Thinking, speaking and persuading was difficult to find support. Go figure. “Training minds for action” didn’t have a grant available, so I had to be creative. If I wanted to develop a curriculum to help save polar bears, or help bring Native American awareness to inner cities, or educate people on the benefits of solar and wind power – I would have ample funding. A good deal of time was spent searching through the “opportunities” for government funding. For a short while, I considered changing my educational objectives in order to gain the funding.

Then I realized: I was being pushed around by government. 

I was adapting to the desires of big government, not the creative ingenuity that I was created to advocate.

And money was the lure. It was subtle, but I realized it and “shrugged” it off, refusing to bend my organization to the whims of government. Today Training Minds does great work for kids all across the country. But I could have changed the direction and its purpose years ago at the bidding call of bureaucracy that tempted me to follow its idea of what is more important for kids.

For what? Money. The government has boatloads of it – none of it theirs, mind you, but they operate as if it is – and they create educational powerhouses that ultimately compete for the minds of the children of America.

Do you see my point? It is difficult to measure the opportunities lost. On the one hand you could argue that I let go of hundreds of thousands of dollars that could have made growth much easier. But on the other hand, I would have had to change the direction of the organization to do so, pouring in resources and energy that would have taken away from “training minds for action.”

Question: Have you felt the “encroachment” of government in the work that you do?

Please note: I reserve the right to delete comments that are offensive or off-topic.

  • RickStevens

    I don’t know if I find the government to be an unfair competitor or more along the lines of the “stifler of creativity”. Many times, there are excellent ideas that need funding in order to get off the ground. However, the creativity of the concept is such that no one has developed a grant program for it and won’t adjust the “rules” to include any new ideas. Generally, anywhere I have seen government “oversight” of something, the creativity of it has been sucked completely out. The last school that I taught at challenged us to be creative in how we taught our classes, but in order to use that creativity, we had to go through a process that evaluated us on whether we conducted the research to determine if the new method was effective elsewhere, then had to share that research with at least one other colleague who taught our subject and two who did not. Next, we had to write a proposal for how it would impact the classroom outcomes, how it would affect the overall test scores of our students. This proposal was to go in front of the Steering Committee, then in front of the School Accountability Committee and, if both of those committees approved, it would go before the entire district for a “vote”. All because I want to find and implement a new way to teach something in my classroom. Needless to say, there was much lipservice paid to being creative or “innovative” and little to nothing that actually happened.

  • jess

    Interesting to see a debate teacher used such terrible lines of reasoning. Your prejudices are showing. What proof did you have that a curriculum about polar bears would get a grant?

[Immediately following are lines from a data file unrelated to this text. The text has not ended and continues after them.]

#include "harness/netlist/parser.h"

#include <span>
#include <string>

#include <gtest/gtest.h>

#include "tests/netlist/read_text.h"

namespace gatedyno {
namespace {

// A line inside a .subckt, the caret's column and the message.
struct BadLine {
  const char* line;
  int column;
  const char* message;
};

void ExpectComplaints(std::span<const BadLine> table) {
  for (const BadLine& bad : table) {
    EXPECT_EQ(ComplaintAbout(Around(bad.line)),
              Worded(2, bad.column, bad.message, bad.line));
  }
}

constexpr BadLine kBadMosfets[] = {
    {"m1 y a vss vss nch w=1u l=1u",
     16,
     "unknown device 'nch': this node knows nfet, pfet"},
    {"m1 y a vss nfet w=1u l=1u",
     1,
     "expected drain, gate, source, body and device after 'm1', got 4 words"},
    {"m1 y a vss vss nfet 1u w=1u l=1u",
     21,
     "expected name=value after the device, got '1u'"},
    {"m1 y a vss vss nfet w=1u l=1u off",
     31,
     "expected name=value, got 'off': an expression with blanks goes in "
     "braces"},
    {"m1 y a vss vss nfet w=1u l=1u vth0=0.4",
     31,
     "unknown parameter 'vth0' of device 'nfet': known are w, l, nf, m, ad, "
     "as, pd, ps, nfin"},
    {"m1 y a vss vss nfet w=1u l=1u W=2u", 31, "'W' is given twice"},
    {"m1 y a vss vss nfet w=1u l=", 26, "no value after 'l='"},
    {"m1 y a vss vss nfet w= =1u", 21, "no value after 'w='"},
    {"m1 y a vss vss nfet w=1u =2", 26, "expected a parameter name before '='"},
    {"m1 y a vss vss nfet w=1u l=1u {w} =2",
     31,
     "expected a parameter name before '=', got '{w}'"},
    {"m1 (y a vss vss) nfet w=1u l=1u",
     1,
     "expected drain, gate, source, body and device after 'm1', got 2 words"},
    {"m1 y {a} vss vss nfet w=1u l=1u", 6, "expected a net, got '{a}'"},
    {"m1 y a vss vss nfet params: w=1u l=1u",
     21,
     "'params:' belongs on .subckt and X lines"},
    {"m1 y,a vss vss nfet w=1u l=1u", 5, "unexpected ','"},
    {"m1 y a vss vss nfet w=\"1u\"", 23, "unexpected '\"'"},
    {"m1 y a\\b vss vss nfet w=1u", 7, "unexpected '\\'"},
    {"m1 y a} vss vss nfet w=1u", 7, "unexpected '}'"},
    {"m1 y a vss vss nfet w={1u", 23, "no closing '}' for this '{'"},
    {"m1 y a vss vss nfet w='1u", 23, "no closing quote for this quote"},
    {"m1 y a vss vss nfet w={1u}l=1u",
     27,
     "expected a blank after the expression '{1u}'"},
    {"m1 y a vss vss nfet w=(1u l=1u", 23, "no ')' for this '('"},
    {"m1 y a vss vss nfet w=1u) l=1u", 25, "no '(' for this ')'"},
};
TEST(Parser, RefusesMosfets) {
  ExpectComplaints(kBadMosfets);
}

// Numbers whose wording has the role; the row of the style guide first.
constexpr BadLine kBadNumbers[] = {
    {"M3 y a n1 0 nfet L=60n W=2x",
     24,
     "expected a width in metres, got 'W=2x'"},
    {"m1 y a vss vss nfet w=1a l=1u",
     21,
     "expected a width in metres, got 'w=1a': the letter 'a' means atto in "
     "some dialects and nothing in others: write an exponent"},
    {"m1 y a vss vss nfet w=1u l=4n7",
     26,
     "expected a length in metres, got 'l=4n7': some dialects drop the digits "
     "after a letter: put the letter last"},
    {"m1 y a vss vss nfet w = {1milli} l=1u",
     21,
     "expected a width in metres, got 'w={1milli}'"},
    {"m1 y a vss vss nfet w=1u l=1u nf='2..5'",
     31,
     "expected a number of fingers, got 'nf='2..5''"},
    {"m1 y a vss vss nfet w=1u l=1u m=1e",
     31,
     "expected a multiplicity, got 'm=1e'"},
    {"m1 y a vss vss nfet w=1u l=1u ad=1e999",
     31,
     "expected a drain area in square metres, got 'ad=1e999': too large or too "
     "small"},
    {"m1 y a vss vss nfet w=1u l=1u ps=1q",
     31,
     "expected a source perimeter in metres, got 'ps=1q'"},
    {"m1 y a vss vss nfet w=1u l=1u nfin=2q",
     31,
     "expected a number of fins, got 'nfin=2q'"},
    {"m1 y a vss vss nfet w=1u l=1u sa=2q",
     31,
     "expected a value, got 'sa=2q'"},
    {"r1 a y 4k7",
     8,
     "expected a resistance in ohms, got '4k7': some dialects drop the digits "
     "after a letter: put the letter last"},
    {"c1 a y c=1x", 8, "expected a capacitance in farads, got 'c=1x'"},
    {"r1 a y 1k m=1x", 11, "expected a multiplicity, got 'm=1x'"},
};
TEST(Parser, RefusesNumbers) {
  ExpectComplaints(kBadNumbers);
}

constexpr BadLine kBadPassives[] = {
    {"r1 a y", 1, "expected a resistance in ohms after 'r1'"},
    {"c1 a", 1, "expected two nets and a value after 'c1'"},
    {"r1 a y 1k rmod", 11, "expected name=value after the value, got 'rmod'"},
    {"r1 a y 1k r=2k", 11, "a second value: the first is '1k'"},
    {"r1 a y 1k tc1=0", 11, "unknown parameter 'tc1' of 'r1': known are r, m"},
    {"c1 a y 1f ic=0", 11, "unknown parameter 'ic' of 'c1': known are c, m"},
    {"c1 a y params: c=1f", 8, "'params:' belongs on .subckt and X lines"},
    {"r1 'a' y 1k", 4, "expected a net, got ''a''"},
};
TEST(Parser, RefusesPassives) {
  ExpectComplaints(kBadPassives);
}

constexpr BadLine kBadInstances[] = {
    {"x1", 1, "expected nets and a subcircuit name after 'x1'"},
    {"x1 a y vdd vss / inv",
     16,
     "a '/' before the subcircuit's name is not SPICE: leave it out"},
    {"x1 a y vdd vss {inv}", 16, "expected a subcircuit name, got '{inv}'"},
    {"x1 a 'y' vdd vss inv", 6, "expected a net, got ''y''"},
    {"x1 a y vdd vss inv params: wn",
     28,
     "expected name=value, got 'wn': an expression with blanks goes in "
     "braces"},
    {"x1 a y vdd vss inv",
     16,
     "unknown subcircuit 'inv': neither this file nor the node has it"},
    {"x1 a y vdd vss nfet",
     16,
     "device 'nfet' is no subcircuit of this node: write it on an M line"},
};
TEST(Parser, RefusesInstances) {
  ExpectComplaints(kBadInstances);
}

constexpr BadLine kBadOtherLines[] = {
    {"d1 a vss diode",
     1,
     "unknown kind of device 'd1': a cell holds M, X, R and C lines"},
    {"= 3", 1, "unknown kind of device '=': a cell holds M, X, R and C lines"},
    {".foo 1",
     1,
     "unknown line '.foo': a cell file holds .subckt, .ends, .param, .option "
     "scale and .end"},
    {".CONTROL",
     1,
     ".control is refused: cell files hold no simulator commands"},
    {".include 'cells.sp'",
     1,
     ".include is refused: a cell file is read on its own: put the .subckt in "
     "it"},
    {".lib models.lib tt",
     1,
     ".lib is refused: device models belong to the node, not to a cell"},
    {".model nch nmos",
     1,
     ".model is refused: device models belong to the node, not to a cell"},
    {".global vdd",
     1,
     ".global is refused: a cell reaches its supplies through pins: add them "
     "to .subckt"},
    {".if (wn > 1)",
     1,
     ".if is refused: cell files hold no conditional lines: write the cell "
     "out"},
    {".param", 1, "expected name=value after .param"},
    {".param wn", 8, "expected name=value, got 'wn'"},
    {".param wn = 2 * wp",
     15,
     "expected name=value, got '*': an expression with blanks goes in braces"},
    {".param 2wn=1", 8, "expected a parameter name before '=', got '2wn'"},
    {".option scale=1u",
     1,
     ".option inside .subckt 'c' of line 1: is its .ends missing?"},
    {".subckt d a y",
     1,
     ".subckt inside .subckt 'c' of line 1: is its .ends missing?"},
    {".end", 1, ".end inside .subckt 'c' of line 1: is its .ends missing?"},
    {".ends d", 7, "expected .ends c, got 'd'"},
    {".ends c d", 1, "only a name may follow .ends"},
    {".ends=c", 1, "expected a parameter name before '=', got '.ends'"},
    {".ends c d=1", 1, "only a name may follow .ends"},
};
TEST(Parser, RefusesOtherLines) {
  ExpectComplaints(kBadOtherLines);
}

// A whole text and what is wrong with it.
struct BadText {
  const char* text;
  int line;
  int column;
  const char* message;
  const char* shown;
};

constexpr const char* kTitleAdvice =
    "expected .subckt: make a title line a comment with '*'; devices belong "
    "inside a .subckt";

constexpr BadText kBadTexts[] = {
    {"", 1, 1, "no .subckt: a cell file holds one cell or more", ""},
    {"* only\n\n",
     1,
     1,
     "no .subckt: a cell file holds one cell or more",
     "* only"},
    {"My cells\n.subckt c a\n.ends\n", 1, 1, kTitleAdvice, "My cells"},
    {"Gates of the arbiter\n", 1, 1, kTitleAdvice, "Gates of the arbiter"},
    {"m1 y a vss vss nfet w=1u\n",
     1,
     1,
     kTitleAdvice,
     "m1 y a vss vss nfet w=1u"},
    {"+ w=1u\n",
     1,
     1,
     "a continuation line with nothing above it to continue",
     "+ w=1u"},
    {".subckt\n", 1, 1, "expected a name after .subckt", ".subckt"},
    {".subckt 'c' a\n",
     1,
     9,
     "expected a subcircuit name, got ''c''",
     ".subckt 'c' a"},
    {".subckt c a A\n", 1, 13, "pin 'A' is given twice", ".subckt c a A"},
    {".subckt c a {b}\n",
     1,
     13,
     "expected a pin, got '{b}'",
     ".subckt c a {b}"},
    {".subckt c a wn=2x\n",
     1,
     13,
     "expected a value, got 'wn=2x'",
     ".subckt c a wn=2x"},
    {".subckt c a\n", 1, 1, "no .ends for .subckt 'c'", ".subckt c a"},
    {".ends\n", 1, 1, ".ends without .subckt", ".ends"},
    {".subckt c a\n.ends\n.subckt C a\n.ends\n",
     3,
     9,
     "'C' is already defined in line 1",
     ".subckt C a"},
    {".subckt c a y\nr1 a y 1\nR1 a y 2\n.ends\n",
     3,
     1,
     "'R1' is already defined in line 2",
     "R1 a y 2"},
    {".param wn=1\n.PARAM WN=2\n",
     2,
     8,
     "'wn' is already defined in line 1",
     ".PARAM WN=2"},
    {".subckt c a wn=1\n.param wn=2\n.ends\n",
     2,
     8,
     "'wn' is already defined in line 1",
     ".param wn=2"},
    {".option reltol=1\n",
     1,
     9,
     "unknown option 'reltol': a cell file sets scale and no other",
     ".option reltol=1"},
    {".option scale=1u gmin=1\n",
     1,
     18,
     "unknown option 'gmin': a cell file sets scale and no other",
     ".option scale=1u gmin=1"},
    {".option scale=1u\n.options scale=1u\n",
     2,
     10,
     "a second scale: line 1 sets one",
     ".options scale=1u"},
    {".end now\n", 1, 1, "nothing may follow .end", ".end now"},
    {".subckt c a\n.ends\n.end\n* fine\nm1 old cell\n",
     5,
     1,
     "text after .end: remove it or make it a comment",
     "m1 old cell"},
};
TEST(Parser, RefusesTexts) {
  for (const BadText& bad : kBadTexts) {
    EXPECT_EQ(ComplaintAbout(bad.text),
              Worded(bad.line, bad.column, bad.message, bad.shown));
  }
}

TEST(Parser, RefusesToDefineADeviceOfTheNode) {
  ReaderOptions options = TestOptions();
  options.devices.push_back(KitDevice());
  EXPECT_EQ(ComplaintAbout(".subckt KIT_N d g s b\n.ends\n", options),
            Worded(1,
                   9,
                   "'KIT_N' is a device of this node: a cell file does not "
                   "define it",
                   ".subckt KIT_N d g s b"));
}

TEST(Parser, SendsADeviceToTheLineItBelongsOn) {
  ReaderOptions options = TestOptions();
  options.devices.push_back(KitDevice());
  const std::string line = "m1 y a vss vss kit_n wr=1 lr=1";
  EXPECT_EQ(ComplaintAbout(Around(line), options),
            Worded(2,
                   16,
                   "device 'kit_n' is a subcircuit of this node: write it on "
                   "an X line",
                   line));
}

TEST(Parser, CountsTheNetsOfASubcircuitDevice) {
  ReaderOptions options = TestOptions();
  options.devices.push_back(KitDevice());
  const std::string line = "x1 y a vss kit_n wr=1 lr=1";
  EXPECT_EQ(ComplaintAbout(Around(line), options),
            Worded(2,
                   12,
                   "device 'kit_n' has 4 nets (drain gate source body), got 3",
                   line));
}

TEST(Parser, NamesNoUnitWhereTheDeviceHasItsOwn) {
  ReaderOptions options = TestOptions();
  options.devices.push_back(KitDevice());
  const std::string line = "x1 y a vss vss kit_n wr=2x lr=1";
  EXPECT_EQ(ComplaintAbout(Around(line), options),
            Worded(2, 22, "expected a width, got 'wr=2x'", line));
}

TEST(Parser, AcceptsCommentsAfterEnd) {
  EXPECT_EQ(ComplaintAbout(InverterAround("* inside") +
                           ".end\n* after\n\n  ; and this\n"),
            "");
}

}  // namespace
}  // namespace gatedyno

    I work in a public school, in a very liberal school district. Our curriculum emphasizes evidence based writing, research and developing arguments using text. Even my first grade students have to use text to base their opinions and arguments. This curriculum is being adopted all over the country and is very popular because it promotes higher level thinking.

    I find that homeschooling/private school curriculum by comparison to be often lacking in oversight which leads to poor quality instruction

    I also started a debate club last year. I suspect the biggest obstacle for me to even consider buying a debate curriculum is that our school has no budget for clubs or extras.

    • Gosh, Jess. You’re throwing a lot at me in this one post. I’m interested in your debate club, and your reference to the “very popular” text-based curriculum. Can you post some links?